M.I.T. Media Laboratory Perceptual Computing Section Technical Report No. 491, April 1999.
Sound Scene Segmentation
by Dynamic Detection of Correlogram Comodulation
Eric D. Scheirer
Machine Listening Group, MIT Media Laboratory
E15-401D Cambridge, MA 02139-4307 USA
eds@media.mit.edu
Abstract: A new technique for sound-scene analysis is presented. This technique operates by discovering
common modulation behavior among groups of frequency subbands in the autocorrelogram domain. The
analysis is conducted by first analyzing the autocorrelogram to estimate the amplitude modulation and
period modulation of each channel of data at each time step, and then using dynamic clustering techniques
to group together channels with similar modulation behavior. Implementation details of the analysis
technique are presented, and its performance is demonstrated on a test sound.
1. Introduction
The autocorrelogram and similar representations of subband periodicity are now established as the
preferred computational representation of early sound processing in the auditory system. This is primarily
due to the accuracy with which these models explain the available experimental data on pitch perception.
Although there is still debate regarding the strengths and weaknesses of different periodicity
representations (Irino and Patterson 1996; Slaney 1997; de Cheveigné 1998; Kaernbach and Demany
1998), it is now relatively uncontested that some sort of temporal periodicity detection is applied to the
output of the cochlear filterbank in the human listening process.

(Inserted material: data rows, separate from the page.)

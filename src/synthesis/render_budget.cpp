#include "synthesis/render_budget.hpp"

#include <cmath>
#include <cstdio>
#include <stdexcept>
#include <string>

#include "core/text_format.hpp"
#include "synthesis/render.hpp"

namespace wane {

render_cost render_cost_of(const patch& p, double rate_hz, double length_s) {
    const render_params params{.sample_rate_hz = rate_hz, .length_s = length_s > 0.0 ? length_s : 0.0};
    const render_summary s = summarize_render(p, params);
    render_cost c;
    c.partials = s.partials_rendered;
    c.noise_bands = s.noise_bands_rendered;
    c.frames = s.frames;
    c.partial_samples = (static_cast<double>(c.partials) +
                         noise_band_work_partial_samples * static_cast<double>(c.noise_bands)) *
                        static_cast<double>(c.frames) * static_cast<double>(p.note.channels);
    // A stereo patch renders every channel (render_channels): twice the work and the buffer.
    c.buffer_bytes = static_cast<std::uintmax_t>(c.frames) * sizeof(float) * static_cast<std::uintmax_t>(p.note.channels);
    return c;
}

namespace {

std::string mib_text(std::uintmax_t bytes) {
    constexpr double bytes_per_mib = 1048576.0;
    return printf_text("%.0f MiB", static_cast<double>(bytes) / bytes_per_mib);
}

}  // namespace

void check_render_budget(const patch& p, double rate_hz, double length_s, const std::filesystem::path& patch_path,
                         double budget_partial_samples) {
    if (!(rate_hz > 0.0 && std::isfinite(rate_hz)) || !std::isfinite(length_s)) {
        throw std::invalid_argument("check_render_budget: rate and length must be finite, rate above 0");
    }
    const render_cost c = render_cost_of(p, rate_hz, length_s);
    const bool too_much_work = c.partial_samples > budget_partial_samples;
    const bool too_much_memory = c.buffer_bytes > max_render_buffer_bytes;
    if (!too_much_work && !too_much_memory) return;
    const double seconds = static_cast<double>(c.frames) / rate_hz;
    std::string text;
    if (too_much_work) {
        text = printf_text("render refused: (%zu partials + %zu noise bands x %.0f) x %.4g s x %.0f Hz = %.3g "
                           "partial-samples of work, over the budget of %.3g (--max-work raises it; the output buffer "
                           "would take %s); shorten the render, lower the rate or keep fewer partials",
                           c.partials, c.noise_bands, noise_band_work_partial_samples, seconds, rate_hz, c.partial_samples,
                           budget_partial_samples, mib_text(c.buffer_bytes).c_str());
    } else {
        text = printf_text("render refused: %.4g s x %.0f Hz = %zu frames, the output buffer would take %s, over the "
                      "%s limit; shorten the render or lower the rate",
                      seconds, rate_hz, c.frames, mib_text(c.buffer_bytes).c_str(),
                      mib_text(max_render_buffer_bytes).c_str());
    }
    const std::string where = patch_path.empty() ? std::string() : patch_path.string() + ": ";
    throw std::runtime_error(where + text);
}

}  // namespace wane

A remarkable correspondence between visual motion in the autocorrelogram and the perception of auditory
scene analysis was reported some time ago (Duda, Lyon and Slaney 1990). However, as yet there has been
relatively little attempt to operationalize this discovery in a computational auditory-scene-analysis (CASA)
system. The present paper describes initial experiments in building a CASA system around the principle
of detecting subband comodulation in the autocorrelogram domain. The literature on correlogram-based
scene analysis is reviewed, and those few approaches to using the correlogram for purposes other than pitch
analysis highlighted. Then, the correlation-comodulation algorithm is described. Finally, results on test
signals are presented and the directions of future research discussed.
2. Background
Most of the early attempts to construct computational source-grouping systems were based on sinusoidal
analysis (Quatieri and McAulay 1998). Details on these sorts of systems are now widely available in the
literature (for example, Brown and Cooke 1994; Ellis 1994; Rosenthal and Okuno 1998) and will not be
discussed further.
The concept of subband periodicity detection was first suggested as a model for the pitch of a sound by
Licklider (1951). Licklider’s model was based on a network of delay lines and coincidence detectors
oriented in a two-dimensional representation. Since Licklider's formulation, this technique has been
rediscovered several times, first by van Noorden (1983), who cast it in terms of the calculation of
histograms of neural interspike intervals in the cochlear nerve. In the last decade, the model was
reintroduced by Slaney and Lyon (1990), Meddis and Hewitt (1991), and others; it has since come to be
called the autocorrelogram method of pitch analysis and is today the preferred model. The autocorrelogram
is the 3-D volumetric function mapping a cochlear channel, temporal time delay (or lag), and time to the
amount of periodic energy in that band at that lag and time.